Why something should happen so consistently across the whole population at the same time. And it still hasn’t been adequately explained. At NCHS we started looking at trends and risk factors that might account for it. And it’s remained largely inexplicable. The changes in smoking and in blood pressure distributions and cholesterol distributions came after the decline started. And some of the major things went in the wrong direction like obesity. Obesity is getting more and more common even while some of the other risk factors are going down. So parts of it are still enigmatic.
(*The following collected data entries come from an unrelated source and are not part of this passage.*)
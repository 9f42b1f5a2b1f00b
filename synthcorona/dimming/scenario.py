r"""A complete CME-dimming forecast: star, corona, CME, flare, instrument and observation.

:class:`DimmingScenario` ties together

* the mass-loss depth per band (:mod:`synthcorona.dimming.mass_removal`),
* its time profile (:mod:`synthcorona.dimming.profile`),
* the associated flare, from the 0D loop model :class:`~synthcorona.dimming.flare.LoopFlareModel`
  folded through each band's temperature response,
* Poisson realisations (:mod:`synthcorona.dimming.noise`) and detection probabilities
  (:mod:`synthcorona.dimming.detection`).

Expected source count rate of band :math:`b` in a bin:

.. math:: r_b(t) = q_b\,[1 - \delta_b\, \bar p(t)] + \bar F_b(t),

with :math:`q_b` the quiescent rate, :math:`\delta_b` the full depth, :math:`\bar p` the
bin-averaged dimming profile and :math:`\bar F_b` the bin-averaged flare excess
:math:`(1\,\mathrm{pc}/d)^2\,[EM(t) K_b(T(t)) - EM(0) K_b(T(0))]` (the pre-flare loop is part of
the quiescent corona). :math:`K_b` is interpolated linearly in log T at the loop's coronal-average
temperature (the loop is treated as isothermal at each time). The flare heating starts at the CME
onset :math:`t_0` plus ``Flare.delay``. The loop's radiative loss Λ(T) is that of the scenario's
emissivity table at the emissivity density of the scenario (one table preparation shared with the
responses; Λ varies by ≲ 10 % between 1e9 and 1e11 cm-3, see :mod:`synthcorona.dimming.flare_loss`).

If the flare run stops early (its temperature leaves the radiative-loss table; see
``attrs["termination"]`` of :meth:`LoopFlareModel.run`) the excess after the stop is taken as
zero, and the light curve's ``attrs["flare_termination"]`` says so.

Times are on the light curve's clock: the first bin starts at 0, the CME onset is at
``Observation.pre_event``.

Optional expansion dimming (``CME(expansion_factor=..., expanding_fraction=...)``, see
:func:`synthcorona.dimming.mass_removal.expansion_emission_measure_change`) adds a mass-independent
term to :math:`\delta_b` with the same time profile.

Limitations: the source density and temperature are single values; the flare loop is treated as
isothermal at its coronal-average temperature; the energy-flux depth of a band uses the band's
energy limits (for a band "total" of an instrument, its whole response range), not its effective
area.
"""
from __future__ import annotations

import math
import warnings
from dataclasses import dataclass, field
from typing import Any

import astropy.units as u
import numpy as np
import xarray as xr
from scipy.integrate import cumulative_trapezoid

from ..abundances import mean_mass_per_hydrogen
from ..constants import PARSEC_CM
from ..dem import DEM
from ..emissivity import resolve_table
from ..errors import InputError
from ..validation import as_quantity, as_scalar, check_range
from . import detection
from . import mass_removal as mr
from . import profile as prof
from .flare import LoopFlareModel
from .noise import poisson_counts

__all__ = ["Star", "Corona", "CME", "Flare", "Observation", "DimmingScenario"]

#: A band with a quiescent rate below this (one count in ~30,000 years) is refused as having no counts.
MIN_QUIESCENT_RATE = 1e-12


_scalar = as_scalar


@dataclass(frozen=True)
class Star:
    """The star: ``distance`` (> 0, <= 1e4 pc; 1 AU allowed), interstellar column ``nh`` (cm-2, [0, 1e24]),
    ``radius`` (optional, informational)."""

    distance: u.Quantity
    nh: u.Quantity | None = None
    radius: u.Quantity | None = None

    def __post_init__(self):
        _scalar("distance", self.distance, u.cm, lo=0.0, hi=1e4 * PARSEC_CM, unit_label="cm", inclusive=False)
        if self.nh is not None:
            _scalar("nh", self.nh, u.cm ** -2, lo=0.0, hi=1e24, unit_label="cm-2")
        if self.radius is not None:
            _scalar("radius", self.radius, u.cm, lo=0.0, unit_label="cm", inclusive=False)


@dataclass(frozen=True)
class Corona:
    """The quiescent corona.

    ``dem``: a single volume DEM (cm-3). ``abundances``: for emissivities and mu_H.
    ``density``: electron density of the CME source plasma, [1e6, 1e13] cm-3; None: from the
    Rosner, Tucker & Vaiana (1978, ApJ 220, 643) scaling law at the CME source temperature for
    loops of half-length ``loop_half_length`` (default 1e10 cm), which is also the length of the
    loops refilled during recovery.
    """

    dem: DEM
    abundances: Any = "coronal"
    density: u.Quantity | None = None
    loop_half_length: u.Quantity = field(default_factory=lambda: 1e10 * u.cm)

    def __post_init__(self):
        if not isinstance(self.dem, DEM):
            raise InputError(f"dem={self.dem!r} is not a DEM model")
        if self.dem.batch_shape != ():
            raise InputError(f"dem must be a single DEM, got batch shape {self.dem.batch_shape}")
        if not self.dem.em_unit.is_equivalent(u.cm ** -3):
            raise InputError(f"dem has units {self.dem.em_unit}; a volume DEM (cm-3) is needed")
        if self.density is not None:
            mr.check_density("density", self.density)
        _scalar("loop_half_length", self.loop_half_length, u.cm, *mr.LOOP_LENGTH_RANGE, unit_label="cm")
MF: There certainly are a lot of people involved with it [CVD epidemiology]. I think some of the names you always have to mention. Let me start off with Henry, Henry Blackburn. He has certainly made major contributions and has been a good spokesman. People like Jerry Stamler, totally dedicated to the field of epidemiology. I disagree with him on a lot of issues. I think he was too hasty to come to judgment on a lot of things like diet and salt and things like that but no question he was totally dedicated to these things. Fred Epstein, I think he was a very good spokesperson and diplomat for the whole circle of epidemiology. I think at the Cardiovascular Epidemiology meetings, the two people you could always depend on to get up after a talk and ask a question were Jerry Stamler and Fred Epstein. Usually in a nice way, but sometimes in a challenging way. Some of the younger people have been very influential. Lew Kuller I think has been a real good example of what a good epidemiologist should be. Then individually, the Framingham people – Kannel, Castelli. Stoney [Stallones, cardiovascular disease was not his primary interest, but he interacted with many of us and introduced people that I think inspired and carried on a lot of his traditions. Who else?

MF: You could go through a list of the people who’ve chaired the various committees, the Epidemiology Section of AHA you’ll find many of these ….

MN: many of these names…. But I think that some of the names you came up with are the names I would’ve come up with.

MF: And there’s others in Europe – Pyörälä is one of the guys I was trying to think of. We always stand on the shoulders of giants when we go into these fields.

MN: That’s right. There’ve been some great people.

MF: Jerry Cornfield I think had a tremendous influence. He wasn’t huge as a cardiovascular epidemiologist but he was very influential. This has been fun.